People use this word pejoratively, but only because of a radical misunderstanding about the nature of knowledge, which just is subjective—a person, a subject, knows something. Michelle points out how Indigenous ways of knowing have not lost sight of the fact that they are embodied, shared in meaningful discourse, and vital in the life of a people.
So, what we need to understand about leadership is that it is always grounded in a specific outlook and can always be contested. In fact, it ought to be. A leader with beliefs that must not be contested is a danger to us all.
As Michelle remarked, “it’s not about more people getting a turn at being the boss. It’s about how we can get away from transactional, pseudo-objective approaches and create generative spaces from which a future can emerge.”
Where the work happens
We all need money to live, so having it, and how we make it, goes to the heart of issues of justice, equality and being able to make decisions about your own life and what matters to you. These are political and ethical issues.

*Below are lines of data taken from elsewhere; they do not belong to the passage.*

/// Invented parameters (meV, nm): a two-band Dirac cone (hbar v = 330 meV nm) with a cubic
/// hexagonal-warping term lam sigma_z (kx^3 - 3 kx ky^2), lam = 1000 meV nm^3. At 10 T the
/// truncated J mod 3 sectors hold a cutoff artefact near zero energy, inside a physical sector.
fn dirac_warped(lam: f64) -> Model {
    Model::builder("Dirac cone with warping (invented)", 2)
        .term("vy", 330.0, pauli("x").unwrap(), Monomial::KY)
        .term("vx", -330.0, pauli("y").unwrap(), Monomial::KX)
        .term("w1", lam, pauli("z").unwrap(), Monomial::new(3, 0, 0))
        .term(
            "w2",
            -3.0 * lam,
            pauli("z").unwrap(),
            Monomial::new(1, 2, 0),
        )
        .build()
        .unwrap()
}

#[test]
fn warping_term_gives_j_mod_3_at_200_random_fields_and_kz() {
    // before the cancellation-aware test, the rounding residue of the a^dag^2 a and a^dag a^2
    // parts (which cancel analytically) broke J mod 3 at fields such as 0.6, 1.5, 2.5, 3, 6 T
    let mut rng = Stream(0x5EC7_0001);
    for model in [warped(), dirac_warped(1500.0)] {
        for _ in 0..200 {
            let field = (0.05 + 30.0 * rng.next()) * if rng.next() < 0.5 { -1.0 } else { 1.0 };
            let kz = 2.0 * rng.next() - 1.0;
            let h = LadderHamiltonian::assemble(&model, FieldPoint { field, kz }, 0.0).unwrap();
            let sym = Symmetry::detect(&h);
            assert!(
                is_j_mod_3(&sym),
                "{} at B = {field}, kz = {kz}: {}",
                model.name(),
                sym.describe()
            );
            // whatever was dropped is rounding-sized and bounded
            let dropped = h.dropped_norm(100);
            assert!(dropped.is_finite());
            assert!(dropped <= 1e-9 * h.norm_bound(100), "dropped {dropped:e}");
        }
    }
}

#[test]
fn fields_where_the_exact_zero_test_failed_now_drop_a_bounded_residue_that_enters_the_bound() {
    // regression: the fields of the report on the Dirac cone with lam = 1500 meV nm^3
    let model = dirac_warped(1500.0);
    let mut some_dropped = false;
    for field in [0.6, 1.5, 2.5, 3.0, 6.0] {
        let h = LadderHamiltonian::assemble(&model, FieldPoint::field(field), 0.0).unwrap();
        assert!(is_j_mod_3(&Symmetry::detect(&h)), "B = {field}");
        let n = 60;
        let dropped = h.dropped_norm(n);
        some_dropped |= dropped > 0.0;
        let s =
            Spectrum::compute(&model, FieldPoint::field(field), &Settings::with_cutoff(n)).unwrap();
        // every level's residual bound includes the dropped part (Weyl's inequality)
        assert!(s.levels.iter().all(|l| l.bound >= dropped));
    }
    assert!(
        some_dropped,
        "at least one of these fields leaves a rounding residue (seen before the fix)"
    );
}

#[test]
fn a_small_genuine_coupling_is_not_mistaken_for_a_rounding_residue() {
    // sigma_x kx^2 with a coefficient 1e-8 of the others breaks J mod 3 (shift 2 between the
    // components, against shift 1 of the linear terms): 1e-8 is far above CANCELLATION_ULPS eps
    const { assert!(1e-8 > 1e3 * CANCELLATION_ULPS * f64::EPSILON) };
    let m = Model::builder("weak breaking (invented)", 2)
        .term("vy", 330.0, pauli("x").unwrap(), Monomial::KY)
        .term("vx", -330.0, pauli("y").unwrap(), Monomial::KX)
        .term("w1", 1000.0, pauli("z").unwrap(), Monomial::new(3, 0, 0))
        .term("w2", -3000.0, pauli("z").unwrap(), Monomial::new(1, 2, 0))
        .term(
            "tiny",
            330.0e-8,
            pauli("x").unwrap(),
            Monomial::new(2, 0, 0),
        )
        .build()
        .unwrap();
    let h = LadderHamiltonian::assemble(&m, FieldPoint::field(4.0), 0.0).unwrap();
    let sym = Symmetry::detect(&h);
    assert!(!is_j_mod_3(&sym), "{}", sym.describe());
    // the shift-2 operators of the tiny term survive, none of them dropped
    assert!(h
        .ops
        .iter()
        .any(|op| op.shift().abs() == 2 && op.matrix[(0, 1)].norm() > 0.0));
    assert!(h
        .dropped
        .iter()
        .all(|d| (d.j as i64 - d.k as i64).abs() != 2));
}

/// The warping polynomial lam (kx^3 - 3 kx ky^2) sigma_z written as a list of terms, rewritten:
/// each term split into `pieces` parts with random weights summing to it, a decoy term added
/// and subtracted, and the list rotated.
fn rewritten(lam: f64, pieces: usize, weights: &[f64], decoy: f64, rotate: usize) -> Model {
    let z: SpinMatrix = pauli("z").unwrap();
    let mut terms: Vec<(String, f64, SpinMatrix, Monomial)> = vec![
        ("vy".into(), 330.0, pauli("x").unwrap(), Monomial::KY),
        ("vx".into(), -330.0, pauli("y").unwrap(), Monomial::KX),
        ("mass".into(), 12.0, z.clone(), Monomial::ONE),
    ];
    for (name, c, mono) in [
        ("w1", lam, Monomial::new(3, 0, 0)),
        ("w2", -3.0 * lam, Monomial::new(1, 2, 0)),
    ] {
        let total: f64 = weights[..pieces].iter().sum();
        let mut used = 0.0;
        for (p, w) in weights[..pieces].iter().enumerate() {
            // the last piece takes the remainder, so the pieces sum to c up to rounding
            let part = if p + 1 == pieces {
                c - used
            } else {
                c * w / total
            };
            used += part;
            terms.push((format!("{name}.{p}"), part, z.clone(), mono));
        }
    }
    // add and subtract the same term: a cubic kx^2 ky sigma_z term
    terms.push(("decoy+".into(), decoy, z.clone(), Monomial::new(2, 1, 0)));
    terms.push(("decoy-".into(), -decoy, z, Monomial::new(2, 1, 0)));
    let k = rotate % terms.len();
    terms.rotate_left(k);
    let mut b = Model::builder("rewritten warping (invented)", 2);
    for (label, c, m, mono) in terms {
        b = b.term(&label, c, m, mono);
    }
    b.build().unwrap()
}

proptest! {
    #![proptest_config(ProptestConfig { cases: 32, ..ProptestConfig::default() })]

    #[test]
    fn rewriting_the_same_polynomial_keeps_the_symmetry_and_the_levels(
        lam in 100.0f64..2000.0,
        pieces in 1usize..5,
        weights in proptest::collection::vec(0.1f64..10.0, 4),
        decoy in -5000.0f64..5000.0,
        rotate in 0usize..16,
        field in 0.3f64..12.0,
    ) {
        let plain = rewritten(lam, 1, &[1.0], 0.0, 0);
        let other = rewritten(lam, pieces, &weights, decoy, rotate);
        let point = FieldPoint::field(field);
        let h = LadderHamiltonian::assemble(&other, point, 0.0).unwrap();
        let sym = Symmetry::detect(&h);
        prop_assert!(is_j_mod_3(&sym), "{}", sym.describe());
        let h0 = LadderHamiltonian::assemble(&plain, point, 0.0).unwrap();
        prop_assert_eq!(Symmetry::detect(&h0), sym);
        // same levels: tolerance scaled by the norm of the truncated matrix (common practice)
        let n = 24;
        let a = Spectrum::compute(&plain, point, &Settings::with_cutoff(n)).unwrap().energies();
        let b = Spectrum::compute(&other, point, &Settings::with_cutoff(n)).unwrap().energies();
        let scale = h0.norm_bound(n);
        prop_assert_eq!(a.len(), b.len());
        for (x, y) in a.iter().zip(&b) {
            prop_assert!((x - y).abs() <= 1e-11 * scale, "{x} vs {y}, scale {scale}");
        }
    }
}

/// Reference levels of a warping model at 10 T from a four times larger cutoff
/// (independent of the N = 500 solve; its own bounds certify it): the genuine levels with
/// |E| < 170 meV, each with its deciding bound.
fn reference_levels(model: &Model) -> Vec<(f64, f64)> {
    let s =
        Spectrum::compute(model, FieldPoint::field(10.0), &Settings::with_cutoff(2000)).unwrap();
    s.levels
        .iter()
        .filter(|l| l.energy.abs() < 170.0 && l.is_genuine())
        .map(|l| (l.energy, l.best_bound()))
        .collect()
}

#[test]
fn cubic_warping_at_n500_keeps_every_genuine_level_genuine_and_flags_the_artefact() {
    let model = dirac_warped(1000.0);
    let reference = reference_levels(&model);
    // 15 levels: 0, ±57.9, ±82.3, ±101.7, ±118.9, ±134.8, ±150.0, ±164.9 meV (seen at
    // N = 2000, all converged there)
    assert_eq!(reference.len(), 15, "{reference:?}");
    let s =
        Spectrum::compute(&model, FieldPoint::field(10.0), &Settings::with_cutoff(500)).unwrap();
    for &(e, b) in &reference {
        let l = s
            .levels
            .iter()
            .min_by(|x, y| (x.energy - e).abs().total_cmp(&(y.energy - e).abs()))
            .unwrap();
        // the two rigorous bounds (Kato 1949 / Weinstein 1934) must overlap
        assert!(
            (l.energy - e).abs() <= l.best_bound() + b,
            "{} vs {e}: bounds {:e} {b:e}",
            l.energy,
            l.best_bound()
        );
        assert_ne!(l.convergence, Convergence::CutoffArtefact, "level {e}");
    }
    // the artefact inside a sector (energy near zero, dominant orbital at the top) is flagged
    let artefacts: Vec<_> = s
        .levels
        .iter()
        .filter(|l| l.energy.abs() < 170.0 && l.convergence == Convergence::CutoffArtefact)
        .collect();
    assert_eq!(artefacts.len(), 1, "{artefacts:?}");
    assert!(artefacts[0].orbital > 400);
    // the Kato-Temple bound is what makes most of them converged here
    let kt = s
        .levels
        .iter()
        .filter(|l| l.energy.abs() < 170.0 && l.deciding_bound().1 == BoundKind::KatoTemple)
        .count();
    assert!(kt >= 13, "{kt}");
}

In researching examples of what Indigenous leaders are doing in business, and co-founding the MURRA Indigenous Business Program, Michelle is also doing powerfully political work.
One of the things I really like about Michelle’s approach is that this is not about giving us a model of leadership that you can ‘apply’ in your organisation. The work of leadership never goes away. There are no shortcuts. For Indigenous business people, already aware of the work that is needed to take the lead in a business environment, her research gives examples that it can be done and how it might be done.
For large organisations, it demonstrates that it is worthwhile to sit down at the table with Indigenous people in good faith, rather than negotiate for what you know you have the power to get anyway. More than that, it shows that it is smart to sit down at the table with an open attitude to what might come of it and how you might get there.
Sometimes the future is not clear, but everything is telling us that we cannot go on this way. The uncertainty we face now is an opportunity to “get beyond the edges of our own knowledge”, as Michelle said. The work of leadership she describes offers a way to get beyond those boundaries, with collective action, so that we create something new, whether that is in a political space, in a process of research and development, in art, or in ways of doing business together.
My sincere thanks to Michelle for the generosity of her time and thought with so much changing around us all.